# Reicht der Laptop noch für WoW BfA?



## maxniebo (14. August 2018)

*Reicht der Laptop noch für WoW BfA?*

Hallo zusammen,

mein Laptop ist von 2012 und soll demnächst ersetzt werden.
Daher meine Frage reicht der jetzige noch für BfA? 

Acer Aspire V3
Intel Core I7 3630QM 2.4GHz
Nvidia GeForce GT640M 2GB Dedicated RAM
8GB DDR 3 Memory

Besten Dank im Vorraus!


----------



## Batze (14. August 2018)

Bei der Graka kann es sehr knapp werden, alles andere passt noch, jedenfalls zum leveln. Inis könnten auch gerade noch so gehen, raiden Nein. Lad dir die Demo runter und teste es aus.


----------



## Herbboy (14. August 2018)

Spielst du denn aktuell bereits, nur ohne AddOn? Wie viele FPS hast du denn da? Es ist so, schau mal hier sehr weit unten: https://www.notebookcheck.com/NVIDIA-GeForce-GT-640M.70792.0.html WoW, aber vermutlich auf einem älteren Stand, in mittel und 1024x768 Pixel über 100FPS; in hoch und 1280x1024 nur 40. D.h. du kannst auch mit der Auflösung einiges kompensieren. Aber wenn es möglich ist, dann teste mal mit der Demo, falls die Addon-Änderungen mit dabei sind. idr will Blizzard aber, dass auch alteingesessene Spieler nicht wegen einem Update plötzlich nen neuen PC brauchen, d.h. auf niedrigeren Details sollte sich eigentlich kaum etwas ändern.


----------



## Batze (14. August 2018)

Stimmt nicht ganz lieber Herbboy. Auch WoW hat mittlerweile ganz schöne Anforderungen, gerade in den Hauptstädten und im Raid merkst du es sehr wenn du keinen aktuelleren PC hast, von sehr langen Warte/Ladezeiten will ich gar nicht mal anfangen zu reden. Des weiteren, 32Bit Systeme werden gar nicht mehr unterstützt. Das Märchen das WoW mit einem Low Rechner gut spielbar ist, ist schon längst überholt. In Ultra Niedrig mag es noch gerade so spielbar sein auf alten Systemen, sieht dann aber auch so aus wie vor 13 Jahren und Inis und Raids sind damit nicht spielbar, da du keine Pfützen auf dem Boden siehst denen du ausweichen musst usw.
Aber wie ich schon sagte, er soll sich die Demo runterladen, dann in eine Hauptstadt gehen, Alli Sturmwind/Horde Oggrimar, da ist momentan auch wegen des AddOns volles Haus und da kann er ganz gut sehen wie weit er kommt.


----------



## Herbboy (14. August 2018)

Batze schrieb:


> Stimmt nicht ganz lieber Herbboy. Auch WoW hat mittlerweile ganz schöne Anforderungen, gerade in den Hauptstädten und im Raid merkst du es sehr wenn du keinen aktuelleren PC hast, von sehr langen Warte/Ladezeiten will ich gar nicht mal anfangen zu reden.
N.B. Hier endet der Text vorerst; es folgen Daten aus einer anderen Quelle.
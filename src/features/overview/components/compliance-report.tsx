import { useSearchParams } from 'react-router';
import { Button } from '@/components/ui/button';
import { ErrorState } from '@/components/ui/error-state';
import { TableSkeleton } from '@/components/ui/skeleton';
import { TextLink } from '@/components/ui/text-link';
import { paths } from '@/config/paths';
import { formatDate, formatNumber, useUnitSystem } from '@/lib/units';
import { useCompliance } from '../api/get-compliance';
import type { ComplianceFilters } from '../api/overview-keys';
import { ComplianceTable } from './compliance-table';
import { ComplianceTotalsTable, complianceSentence } from './compliance-totals';
import { shortLabel } from './compliance-section';
import { ReportCautions } from './report-cautions';

/** The most trees a printed report lists; the CSV has them all. */
const LISTED = 500;

/**
 * A season's compliance as a page to print and attach to a lease review: the stand, the season,
 * the guideline with its source, the day it was made, the totals, every tree with a finding,
 * and the cautions.
 */
export function ComplianceReport({ sugarbushId }: { sugarbushId: number }) {
  const [params] = useSearchParams();
  const season = Number(params.get('season'));
  const filters: ComplianceFilters = {
    page: 1,
    pageSize: LISTED,
    season: Number.isInteger(season) && season > 0 ? season : undefined,
    profile: params.get('profile') ?? undefined,
    compare: params.get('compare') ?? undefined,
    finding: 'any',
  };
  const { unit } = useUnitSystem();
  const report = useCompliance(sugarbushId, filters);

  if (report.isPending) return <TableSkeleton label="Loading the report" />;
  if (report.isError)
    return (
      <ErrorState
        title="We couldn't make the report."
        error={report.error}
        onRetry={() => void report.refetch()}
      />
    );
  const r = report.data;
  const back = paths.overview.href(sugarbushId, {
    season: r.season,
    profile: filters.profile,
    compare: filters.compare,
  });
  return (
    <article aria-labelledby="report-title">
      <header className="mb-4 border-b border-rule pb-3">
        <h1 id="report-title" className="text-xl font-bold">
          Tapping against the guideline, season {r.season}
        </h1>
        <dl className="mt-2 grid grid-cols-[auto_1fr] gap-x-4 gap-y-1 text-sm">
          <dt className="font-bold">Stand</dt>
          <dd>{r.sugarbush.name}</dd>
          <dt className="font-bold">Season</dt>
          <dd>{r.season}</dd>
          <dt className="font-bold">Guideline</dt>
          <dd>
            {r.profile.label}. Tap table: {r.profile.source}. Spacing: {r.profile.spacingSource}.
          </dd>
          {r.compare && (
            <>
              <dt className="font-bold">Beside it</dt>
              <dd>
                {r.compare.label}. Tap table: {r.compare.source}. Spacing: {r.compare.spacingSource}
                .
              </dd>
            </>
          )}
          <dt className="font-bold">Made on</dt>
          <dd>{formatDate(r.madeOn)}</dd>
        </dl>
        <div className="mt-3 flex flex-wrap gap-3 print:hidden">
          <Button variant="primary" onClick={() => window.print()}>
            Print
          </Button>
          <TextLink to={back}>Back to the overview</TextLink>
        </div>
      </header>
      <p className="max-w-prose">{complianceSentence(r.season, r.totals)}.</p>
      <p className="mt-1 max-w-prose text-sm">
        Taps allowed are the table’s at the DBH measured before the season (one where the holes were
        drilled for 7/16 in spouts); a tree is declining when its last crown rating before the
        season was over {r.profile.diebackLimitPct} % dieback.
        {r.compare && r.treesChanged !== null
          ? ` Under ${r.compare.label}, ${formatNumber(r.treesChanged)} of the tapped trees read differently.`
          : ''}
      </p>
      <div className="mt-4">
        <ComplianceTotalsTable
          totals={r.totals}
          label={shortLabel(r.profile.label)}
          compare={
            r.compare && r.compareTotals
              ? { totals: r.compareTotals, label: shortLabel(r.compare.label) }
              : null
          }
        />
      </div>
      <h2 className="mt-6 font-bold">Trees with a finding</h2>
      {r.total === 0 ? (
        <p className="mt-1">No tapped tree has a finding.</p>
      ) : (
        <>
          {r.total > r.items.length && (
            <p className="mt-1 text-sm">
              The first {formatNumber(r.items.length)} of {formatNumber(r.total)}, by tag; the CSV
              lists them all.
            </p>
          )}
          <ComplianceTable
            items={r.items}
            unit={unit}
            compareLabel={r.compare ? shortLabel(r.compare.label) : null}
          />
        </>
      )}
      <div className="mt-6">
        <ReportCautions />
      </div>
    </article>
  );
}
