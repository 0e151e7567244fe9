import { loadConfig } from '../config';
import { createDb, migrateLatest } from '../db';
import { exitOnConfigError } from '../index';

try {
  const config = loadConfig();
  const db = createDb(config.DATABASE_FILE);
  await migrateLatest(db);
  console.log(`Migrated ${config.DATABASE_FILE}`);
  await db.destroy();
} catch (err) {
  exitOnConfigError(err);
}
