import { spawnSync } from 'node:child_process';
import fs from 'node:fs';
import path from 'node:path';
import { fileURLToPath } from 'node:url';
import { DEMO_PASSWORD, DEMO_USERS } from '../../seeds/01_demo';
import { exitOnConfigError, startServer } from '../index';
import { loadConfig } from '../config';
import { describeDb, migrateLatest, openDb } from '../db';
import { seedDemoIfEmpty } from './seed-demo';

const root = path.resolve(path.dirname(fileURLToPath(import.meta.url)), '../..');

/** `npm start`: migrate, seed the demo into an empty database, build the client if needed, serve. */
async function main() {
  const config = loadConfig();
  if (config.SEED_DEMO) {
    const db = openDb(config.database);
    await migrateLatest(db);
    if (await seedDemoIfEmpty(db)) console.log('Seeded the demo sugarbush into an empty database.');
    await db.destroy();
  }
  if (!fs.existsSync(path.join(root, 'dist', 'index.html'))) {
    console.log('Building the client (first start)…');
    const vite = path.join(root, 'node_modules', 'vite', 'bin', 'vite.js');
    const result = spawnSync(process.execPath, [vite, 'build', '--logLevel', 'error'], {
      cwd: root,
      stdio: 'inherit',
    });
    if (result.status !== 0) throw new Error('The client build failed');
  }
  const { config: c, db } = await startServer();
  console.log(`\nClearwood is serving on ${c.appUrl}  (database: ${describeDb(c.database)})`);
  const demo = await db('users').where({ email: DEMO_USERS[0].email }).first('id');
  if (demo) {
    console.log(`Sign in at ${c.appUrl}/sign-in with any of these (password ${DEMO_PASSWORD}):`);
    for (const u of DEMO_USERS) console.log(`  ${u.email.padEnd(32)} ${u.role}`);
  } else {
    console.log(`Create the first account at ${c.appUrl}/sign-up`);
  }
  if (c.MAIL_TRANSPORT === 'outbox')
    console.log('Mail goes to the local outbox: each message and its link is printed here.');
}

main().catch(exitOnConfigError);
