import { Bar, BarChart, Legend, Tooltip, XAxis, YAxis } from 'recharts';
import { treeStatusLabels, treeStatuses } from '@shared/schemas/enums';
import type { TrendsResponse } from '@shared/schemas/trends';
import { axisProps, tooltipStyle } from '@/components/ui/chart-frame';
import { paths } from '@/config/paths';
import { formatNumber } from '@/lib/units';
import { statusSentence } from '../lib/trend-words';
import { ChartBox, chartFont, chartMargin, seasonTick, series, legendProps } from './chart-kit';
import { FigureLink, TrendFigure, TrendTable } from './trend-figure';

/** Trees in the record each season by their status then: active, held out, dead, removed. */
export function StatusTrend({ trends }: { trends: TrendsResponse }) {
  const id = trends.sugarbushId;
  const data = trends.items.map((i) => ({ x: seasonTick(i), ...i.byStatus }));
  return (
    <TrendFigure
      title="Trees by status"
      sentence={statusSentence(trends)}
      chart={
        <ChartBox>
          <BarChart data={data} margin={chartMargin}>
            <XAxis dataKey="x" minTickGap={2} {...axisProps(chartFont)} />
            <YAxis width={48} {...axisProps(chartFont)} />
            <Tooltip contentStyle={tooltipStyle} />
            <Legend {...legendProps} />
            {treeStatuses.map((s, n) => (
              <Bar
                key={s}
                dataKey={s}
                name={treeStatusLabels[s]}
                stackId="status"
                fill={series[n]}
                isAnimationActive={false}
              />
            ))}
          </BarChart>
        </ChartBox>
      }
      table={
        <TrendTable
          label="Trees by status by season"
          items={trends.items}
          columns={[
            {
              key: 'trees',
              header: 'Trees',
              cell: (i) => (
                <FigureLink to={paths.trees.href(id)}>{formatNumber(i.trees)}</FigureLink>
              ),
            },
            ...treeStatuses.map((s) => ({
              key: s,
              header: treeStatusLabels[s],
              cell: (i: (typeof trends.items)[number]) => (
                <FigureLink to={paths.trees.href(id, { status: s })}>
                  {formatNumber(i.byStatus[s])}
                </FigureLink>
              ),
            })),
          ]}
        />
      }
    />
  );
}
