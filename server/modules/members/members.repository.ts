import type { Knex } from 'knex';
import type { Membership } from '../../../shared/schemas/auth';
import type { Role } from '../../../shared/schemas/enums';
import type { Member } from '../../../shared/schemas/members';

interface MemberRow {
  id: number;
  name: string;
  email: string;
  role: Role;
  created_at: string;
}

const toMember = (r: MemberRow): Member => ({
  userId: r.id,
  name: r.name,
  email: r.email,
  role: r.role,
  since: r.created_at,
});

const memberSorts = {
  name: 'u.name',
  email: 'u.email',
  role: 'm.role',
  since: 'm.created_at',
} as const;
export type MemberSort = keyof typeof memberSorts;

export function membersRepository(db: Knex) {
  const team = (sugarbushId: number) =>
    db('memberships as m')
      .join('users as u', 'u.id', 'm.user_id')
      .where('m.sugarbush_id', sugarbushId);

  return {
    async roleOf(userId: number, sugarbushId: number): Promise<Role | null> {
      const row = await db('memberships')
        .where({ user_id: userId, sugarbush_id: sugarbushId })
        .first('role');
      return (row?.role as Role) ?? null;
    },
    async membershipsOf(userId: number): Promise<Membership[]> {
      const rows = await db('memberships')
        .where({ user_id: userId })
        .orderBy('sugarbush_id')
        .select('sugarbush_id', 'role');
      return rows.map((r) => ({ sugarbushId: r.sugarbush_id, role: r.role }));
    },
    add: (userId: number, sugarbushId: number, role: Role) =>
      db('memberships').insert({ user_id: userId, sugarbush_id: sugarbushId, role }),

    async list(
      sugarbushId: number,
      opts: { offset: number; limit: number; q?: string; sort?: MemberSort; descending?: boolean },
    ): Promise<{ items: Member[]; total: number }> {
      const q = team(sugarbushId).modify((qb) => {
        if (opts.q)
          qb.where((w) =>
            w.whereILike('u.name', `%${opts.q}%`).orWhereILike('u.email', `%${opts.q}%`),
          );
      });
      const [{ n }] = await q.clone().count({ n: '*' });
      const rows: MemberRow[] = await q
        .select('u.id', 'u.name', 'u.email', 'm.role', 'm.created_at')
        .orderBy(memberSorts[opts.sort ?? 'name'], opts.descending ? 'desc' : 'asc')
        .orderBy('u.id')
        .offset(opts.offset)
        .limit(opts.limit);
      return { items: rows.map(toMember), total: Number(n) };
    },

    async find(sugarbushId: number, userId: number): Promise<Member | undefined> {
      const row: MemberRow | undefined = await team(sugarbushId)
        .where('u.id', userId)
        .first('u.id', 'u.name', 'u.email', 'm.role', 'm.created_at');
      return row ? toMember(row) : undefined;
    },

    /** Members whose role is one of these. */
    async countWithRole(sugarbushId: number, roles: readonly Role[]): Promise<number> {
      const [{ n }] = await db('memberships')
        .where({ sugarbush_id: sugarbushId })
        .whereIn('role', roles)
        .count({ n: '*' });
      return Number(n);
    },

    setRole: (sugarbushId: number, userId: number, role: Role) =>
      db('memberships').where({ sugarbush_id: sugarbushId, user_id: userId }).update({ role }),

    remove: (sugarbushId: number, userId: number) =>
      db('memberships').where({ sugarbush_id: sugarbushId, user_id: userId }).delete(),
  };
}
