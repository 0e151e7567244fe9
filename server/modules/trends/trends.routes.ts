import { Router } from 'express';
import type { AppContext } from '../../context';
import { accessOf, sugarbushAccess } from '../../middleware/auth';
import { trendsService } from './trends.service';

export function trendsRoutes(ctx: AppContext) {
  const router = Router();
  const service = trendsService(ctx);

  // Every member reads the stand's trends, as they read its plan.
  router.get('/sugarbushes/:id/trends', sugarbushAccess(ctx.db), async (_req, res) => {
    res.json(await service.trends(accessOf(res).sugarbushId));
  });

  return router;
}
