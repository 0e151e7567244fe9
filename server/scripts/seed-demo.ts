import type { Knex } from 'knex';
import { seed } from '../../seeds/01_demo';

/** Write the demo stand into an empty database. Returns whether it did. */
export async function seedDemoIfEmpty(db: Knex): Promise<boolean> {
  const [{ n }] = await db('users').count({ n: '*' });
  if (Number(n) > 0) return false;
  await seed(db);
  return true;
}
 lies doch bitte genau.... ich fragte doch, ob WOW jetzt aktuell auf dem Laptop noch gut bei ihm läuft - wenn er DANN das AddOn dazuholt, dürften die Mehransprüche nicht so viel mehr sein - da will Blizzard vermeiden, dass Leute nur wegen EINEM neuen Update statt zB 40 FPS nur noch 15 haben...  

ich sprach nicht von WOW auf dem Stand zum Release vs heute. Der Hinweis auf die Benchmarks war nur so gemeint, dass er weiß, dass er zur Not mit der Auflösung für mehr FPS sorgen kann, FALLS seine aktuelle Version wegen des AddOns nicht mehr zB 60, sondern nur noch 40 FPS liefert. 

Oder kann man WoW etwa aktuell ohne AddOns spielen auf dem technischen Stand von vor 13 Jahren, und nur wegen einem AddOn wird es plötzlich zum Leistungsfresser?


----------



## Batze (14. August 2018)

Ähm wenn er sich die sogenannte Demo runter läd oder auch jetzt einfach nur spielt ohne AddOn, dann läd er sich alles runter, auch das AddOn das dann im Hintergrund nur gesperrt ist. Von den Anforderungen bleibt es das gleiche und ist egal ob du Classic/die Demo oder mit neuem AddOn spielst. Blizzard nimmt da keine Rücksicht ob du mit oder ohne AddOn spielst, es wird das komplette Paket geladen mit allen aktuellen Anforderungen.


----------